Using the definition, this says

\[\int_0^T g_{ij}(\gamma(t)) \dot{\gamma}^i(t) \dot{\gamma}^j(t) dt - \int_0^T \alpha_i(\gamma(t)) \dot{\gamma}^i(t) dt \leq \int_0^T \bar{g}_{ij}(\gamma(t)) \dot{\gamma}^i(t) \dot{\gamma}^j(t) dt - \int_0^T \bar{\alpha}_i(\gamma(t)) \dot{\gamma}^i(t) dt.\]

Subtracting yields

\[\int_0^T h_{ij}(\gamma(t)) \dot{\gamma}^i(t) \dot{\gamma}^j(t) dt - \int_0^T \beta_i(\gamma(t)) \dot{\gamma}^i(t) dt \leq 0.\]

A symmetric argument gives

\[\int_0^T h_{ij}(\gamma(t)) \dot{\gamma}^i(t) \dot{\gamma}^j(t) dt - \int_0^T \beta_i(\gamma(t)) \dot{\gamma}^i(t) dt \geq 0.\]

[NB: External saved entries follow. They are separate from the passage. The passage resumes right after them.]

import type { ModelArtifactsMessage, RunEventDetail } from '@netbreeder/shared-types';
import type { RunRecord, RunStore } from '../store/run-store.js';
import { preprocessingFileOf } from './preprocessing-file.js';
import { onnxExportOf, onnxUnavailable } from './onnx-file.js';
import { withFitnessNames } from './fitness-names.js';

/** Names the ensemble's files may have: its manifest and each member's model and weights. */
export const ENSEMBLE_FILE_PATTERN = '^(ensemble\\.json|model\\.onnx|preprocessing\\.json|member-[0-9]{1,2}\\.(model\\.json|weights\\.bin))$';

/** What the `ensemble-scored` event holds (regression runs: `testAccuracy` is the fitness 1 / (1 + standardised test RMSE), `testRegression` the scores to show). */
export type EnsembleScore = RunEventDetail<'ensemble-scored'>;

/** The names of the ensemble's files for members at these positions (`preprocessing.json` only for runs that recorded it). */
export const ensembleFileNames = (positions: readonly number[], withPreprocessing: boolean, withOnnx = true): string[] => ['ensemble.json', ...(withOnnx ? ['model.onnx'] : []), ...(withPreprocessing ? ['preprocessing.json'] : []), ...positions.flatMap((p) => [`member-${p + 1}.model.json`, `member-${p + 1}.weights.bin`])];

/** The run's scored ensemble, or null when it has none. */
export function ensembleScore(store: RunStore, runId: string): EnsembleScore | null {
  const ev = store.events(runId, 'ensemble-scored').at(-1);
  return ev ? ev.detail : null;
}

/**
 * The files of a run's averaging ensemble: `ensemble.json` (how to average, the members and their
 * scores, the ensemble's test score beside the champion's), `model.onnx` (one ONNX graph that averages the
 * members), `preprocessing.json` (as the champion's) and per member `member-N.model.json` +
 * `member-N.weights.bin` (TensorFlow.js layers format). Null when the run has no scored ensemble.
 */
export function ensembleFiles(store: RunStore, run: RunRecord): Map<string, Buffer> | null {
  const score = ensembleScore(store, run.id);
  if (!score) return null;
  const champion = store.getChampion(run.id);
  const members = store.ensembleMembers(run.id);
  const m = run.dataset.manifest;
  const json = (v: unknown) => Buffer.from(`${JSON.stringify(v, null, 2)}\n`);
  const files = new Map<string, Buffer>();
  const manifest = {
    kind: 'netbreeder averaging ensemble',
    version: 1,
    runId: run.id,
    how: m.target
      ? `Feed every member the same input, prepared as preprocessing.json says; average the members' outputs; multiply the mean by ${m.target.std} and add ${m.target.mean} to read it as ${m.target.column}.`
      : 'Feed every member the same input, prepared as preprocessing.json says; average the members\' softmax outputs class by class; the predicted class is the one with the highest mean.',
    inputShape: m.inputShape,
    classNames: m.classNames,
    selection: {
      size: score.size ?? run.config.champion.ensemble?.size ?? members.length,
      diversityPenalty: score.diversityPenalty ?? run.config.champion.ensemble?.diversityPenalty ?? null,
      rule: `greedy: ${m.target ? 'the genome of the lowest validation RMSE first, then each time the highest validation fitness (1 / (1 + RMSE on the standardised target))' : 'the most accurate genome first, then each time the highest validation accuracy'} minus diversityPenalty times its largest architecture similarity (multiset Jaccard of layer kinds and sizes) to a member already chosen`,
    },
    test: { ...(score.testRegression ? { regression: score.testRegression } : { accuracy: score.testAccuracy }), samples: champion?.testPredictions.length ?? null, backend: score.backend },
    champion: champion ? { genomeHash: champion.genomeHash, testAccuracy: champion.testAccuracy } : null,
    members: members.map((mem) => {
      const g = store.getGenome(mem.genomeHash);
      const source = store.getEvaluation(mem.sourceEvaluationId);
      return {
        position: mem.position,
        model: `member-${mem.position + 1}.model.json`,
        genomeHash: mem.genomeHash,
        summary: g?.summary ?? '',
        params: g?.params ?? null,
        flops: g?.flops ?? null,
        validationAccuracy: source?.valAccuracy ?? null,
        testAccuracy: mem.testAccuracy,
        similarityToEarlierMembers: score.members.find((x) => x.position === mem.position)?.similarity ?? null,
        genome: g?.genome ?? null,
      };
    }),
  };
  // A regression run's scores are fitnesses (and its test score the RMSE beside them), never accuracies.
  files.set('ensemble.json', json(m.target ? withFitnessNames(manifest) : manifest));
  const preprocessing = preprocessingFileOf(run);
  if (preprocessing) files.set('preprocessing.json', json(preprocessing));
  const networks = members.map((mem) => ({ genome: store.getGenome(mem.genomeHash)!.genome, artifacts: JSON.parse(mem.artifactsJson) as ModelArtifactsMessage }));
  if (!onnxUnavailable(networks.map((n) => n.genome))) files.set('model.onnx', onnxExportOf(run, networks));
  for (const mem of members) {
    const artifacts = JSON.parse(mem.artifactsJson) as ModelArtifactsMessage;
    const name = `member-${mem.position + 1}`;
    files.set(`${name}.model.json`, json({ format: 'layers-model', generatedBy: 'netbreeder', convertedBy: null, modelTopology: artifacts.modelTopology, weightsManifest: [{ paths: [`${name}.weights.bin`], weights: artifacts.weightSpecs }] }));
    files.set(`${name}.weights.bin`, Buffer.from(artifacts.weightDataBase64, 'base64'));
  }
  return files;
}
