import { dataShapeOf } from '@netbreeder/shared-types';
import type { RunRecord } from '../store/run-store.js';
import { ONNX_INPUT, ONNX_OPSET, ONNX_OUTPUT, onnxModelBytes, type OnnxNetwork } from '../onnx/onnx-export.js';
import { onnxUnsupported } from '../onnx/genome-to-onnx.js';
import type { OnnxLatency, OnnxLatencyUnavailable } from '../onnx/onnx-latency.js';
import { COORDINATOR_VERSION } from '../version.js';

/** What a run's `model.onnx` takes and gives, in words (the ONNX model's doc string, and the report's). */
export function onnxDescription(run: RunRecord, members: number): string {
  const m = run.dataset.manifest;
  const what = members > 1 ? `the averaging ensemble of ${members} networks` : 'the champion';
  const input = m.inputShape.length === 3 ? `batch × ${m.inputShape.join(' × ')} (height × width × channels)` : `batch × ${m.inputShape[0]} features`;
  const output = m.target
    ? `'${ONNX_OUTPUT}', batch × 1: the standardised prediction; multiply by ${m.target.std} and add ${m.target.mean} to read ${m.target.column}`
    : `'${ONNX_OUTPUT}', batch × ${m.numClasses}: class probabilities${members > 1 ? ' (the mean of the members\')' : ''} in the order of ${JSON.stringify(m.classNames)}`;
  return `netbreeder run ${run.id}: ${what}, ONNX opset ${ONNX_OPSET}. Input '${ONNX_INPUT}', float32, ${input}, prepared as preprocessing.json says. Output ${output}.`;
}

/** Why these genomes get no `model.onnx` (a layer kind the export does not write), or null. */
export const onnxUnavailable = (genomes: ReadonlyArray<OnnxNetwork['genome']>): string | null => genomes.map(onnxUnsupported).find((r) => r !== null) ?? null;

/** The run's ONNX model of these trained networks (one: the champion; several: their averaging ensemble). */
export function onnxExportOf(run: RunRecord, networks: readonly OnnxNetwork[]): Buffer {
  const m = run.dataset.manifest;
  return Buffer.from(onnxModelBytes(networks, dataShapeOf(m), { description: onnxDescription(run, networks.length), classNames: m.classNames, producerVersion: COORDINATOR_VERSION }));
}

/** The ONNX Runtime latency of the report's table, in words. */
export function describeOnnxLatency(latency: OnnxLatency | OnnxLatencyUnavailable | null): string {
  if (!latency) return 'not measured (a run from before the ONNX export)';
  if ('unavailable' in latency) return `not measured: ${latency.unavailable}`;
  return `${latency.msPerSample.toFixed(3)} ms for one sample alone, ${latency.msPerBatch32.toFixed(3)} ms for a batch of 32 (medians of ${latency.runs} runs; ${latency.runtime}, one thread, the coordinator's CPU)`;
}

Chose \(x = x_0\) and choose \(y = \delta(s)\) where \(\delta\) a smooth curve on the boundary with \(\delta(0) = x_0\) and \(\dot{\delta}(0) = \xi_0\). Then we see that in light of our earlier observation the above cannot happen simultaneously, which is a contradiction.